> _Task directions_
Records appear below. Give all of them again, exactly.

[[ Given data, beginning ]]

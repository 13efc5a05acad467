package page

import (
	"net/http"
	"strings"

	"tayra/reports"
)

// caseFile gives the case as a file, with or without faults: what is half
// filled in is worth keeping too.
func (s *server) caseFile(w http.ResponseWriter, r *http.Request) {
	if c, ok := workFrom(w, r); ok {
		attach(w, "application/yaml", fileName("case", c, ".yaml"), c.file)
	}
}

// record gives the JSON record.
func (s *server) record(w http.ResponseWriter, r *http.Request) {
	c, ok := completeFrom(w, r)
	if !ok {
		return
	}
	data, err := reports.JSON(c.ws)
	if err != nil {
		http.Error(w, err.Error(), http.StatusInternalServerError)
		return
	}
	attach(w, "application/json", fileName("record", c, ".json"), data)
}

// worksheet gives the PDF, with the case in it.
func (s *server) worksheet(w http.ResponseWriter, r *http.Request) {
	paper, err := reports.ParsePaper(r.PathValue("paper"))
	if err != nil {
		refuse(w, http.StatusNotFound, err.Error())
		return
	}
	c, ok := completeFrom(w, r)
	if !ok {
		return
	}
	data, err := reports.PDF(c.ws, reports.PDFOptions{Paper: paper, Case: c.file})
	if err != nil {
		refuse(w, understood, "No worksheet: "+err.Error())
		return
	}
	attach(w, "application/pdf", fileName("worksheet", c, ".pdf"), data)
}

// completeFrom is a case that was worked out, stopped or not. One with faults
// is refused with all of them.
func completeFrom(w http.ResponseWriter, r *http.Request) (*work, bool) {
	c, ok := workFrom(w, r)
	if !ok {
		return nil, false
	}
	if c.ws != nil {
		return c, true
	}
	lines := make([]string, len(c.faults))
	for i, e := range c.faults {
		f := faultOf(e)
		lines[i] = strings.TrimPrefix(f.Label+": ", ": ") + f.Text
	}
	refuse(w, understood, "Nothing to save yet: "+count(len(lines), "field is", "fields are")+" wrong or missing.", lines...)
	return nil, false
}

// attach sends a file to be saved.
func attach(w http.ResponseWriter, kind, name string, data []byte) {
	w.Header().Set("Content-Type", kind)
	w.Header().Set("Content-Disposition", `attachment; filename="`+name+`"`)
	w.Write(data)
}

// fileName names a file after the case number.
func fileName(what string, c *work, ending string) string {
	if id := plainName(c.in.Case.Text); id != "" {
		what += "-" + id
	}
	return what + ending
}

// plainName keeps the letters of a name that are safe in the name of a file
// everywhere.
func plainName(s string) string {
	s = strings.Map(func(r rune) rune {
		switch {
		case r >= 'a' && r <= 'z', r >= 'A' && r <= 'Z', r >= '0' && r <= '9', r == '-', r == '.':
			return r
		}
		return '-'
	}, s)
	s = strings.Trim(s, ".-")
	return strings.TrimRight(s[:min(len(s), 60)], ".-")
}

[[ Given data, end ]]

> _Response_
repository 13efc5a05acad467
package page

import (
	"net/http"
	"strings"

	"tayra/reports"
)

// caseFile gives the case as a file, with or without faults: what is half
// filled in is worth keeping too.
func (s *server) caseFile(w http.ResponseWriter, r *http.Request) {
	if c, ok := workFrom(w, r); ok {
		attach(w, "application/yaml", fileName("case", c, ".yaml"), c.file)
	}
}

// record gives the JSON record.
func (s *server) record(w http.ResponseWriter, r *http.Request) {
	c, ok := completeFrom(w, r)
	if !ok {
		return
	}
	data, err := reports.JSON(c.ws)
	if err != nil {
		http.Error(w, err.Error(), http.StatusInternalServerError)
		return
	}
	attach(w, "application/json", fileName("record", c, ".json"), data)
}

// worksheet gives the PDF, with the case in it.
func (s *server) worksheet(w http.ResponseWriter, r *http.Request) {
	paper, err := reports.ParsePaper(r.PathValue("paper"))
	if err != nil {
		refuse(w, http.StatusNotFound, err.Error())
		return
	}
	c, ok := completeFrom(w, r)
	if !ok {
		return
	}
	data, err := reports.PDF(c.ws, reports.PDFOptions{Paper: paper, Case: c.file})
	if err != nil {
		refuse(w, understood, "No worksheet: "+err.Error())
		return
	}
	attach(w, "application/pdf", fileName("worksheet", c, ".pdf"), data)
}

// completeFrom is a case that was worked out, stopped or not. One with faults
// is refused with all of them.
func completeFrom(w http.ResponseWriter, r *http.Request) (*work, bool) {
	c, ok := workFrom(w, r)
	if !ok {
		return nil, false
	}
	if c.ws != nil {
		return c, true
	}
	lines := make([]string, len(c.faults))
	for i, e := range c.faults {
		f := faultOf(e)
		lines[i] = strings.TrimPrefix(f.Label+": ", ": ") + f.Text
	}
	refuse(w, understood, "Nothing to save yet: "+count(len(lines), "field is", "fields are")+" wrong or missing.", lines...)
	return nil, false
}

// attach sends a file to be saved.
func attach(w http.ResponseWriter, kind, name string, data []byte) {
	w.Header().Set("Content-Type", kind)
	w.Header().Set("Content-Disposition", `attachment; filename="`+name+`"`)
	w.Write(data)
}

// fileName names a file after the case number.
func fileName(what string, c *work, ending string) string {
	if id := plainName(c.in.Case.Text); id != "" {
		what += "-" + id
	}
	return what + ending
}

// plainName keeps the letters of a name that are safe in the name of a file
// everywhere.
func plainName(s string) string {
	s = strings.Map(func(r rune) rune {
		switch {
		case r >= 'a' && r <= 'z', r >= 'A' && r <= 'Z', r >= '0' && r <= '9', r == '-', r == '.':
			return r
		}
		return '-'
	}, s)
	s = strings.Trim(s, ".-")
	return strings.TrimRight(s[:min(len(s), 60)], ".-")
}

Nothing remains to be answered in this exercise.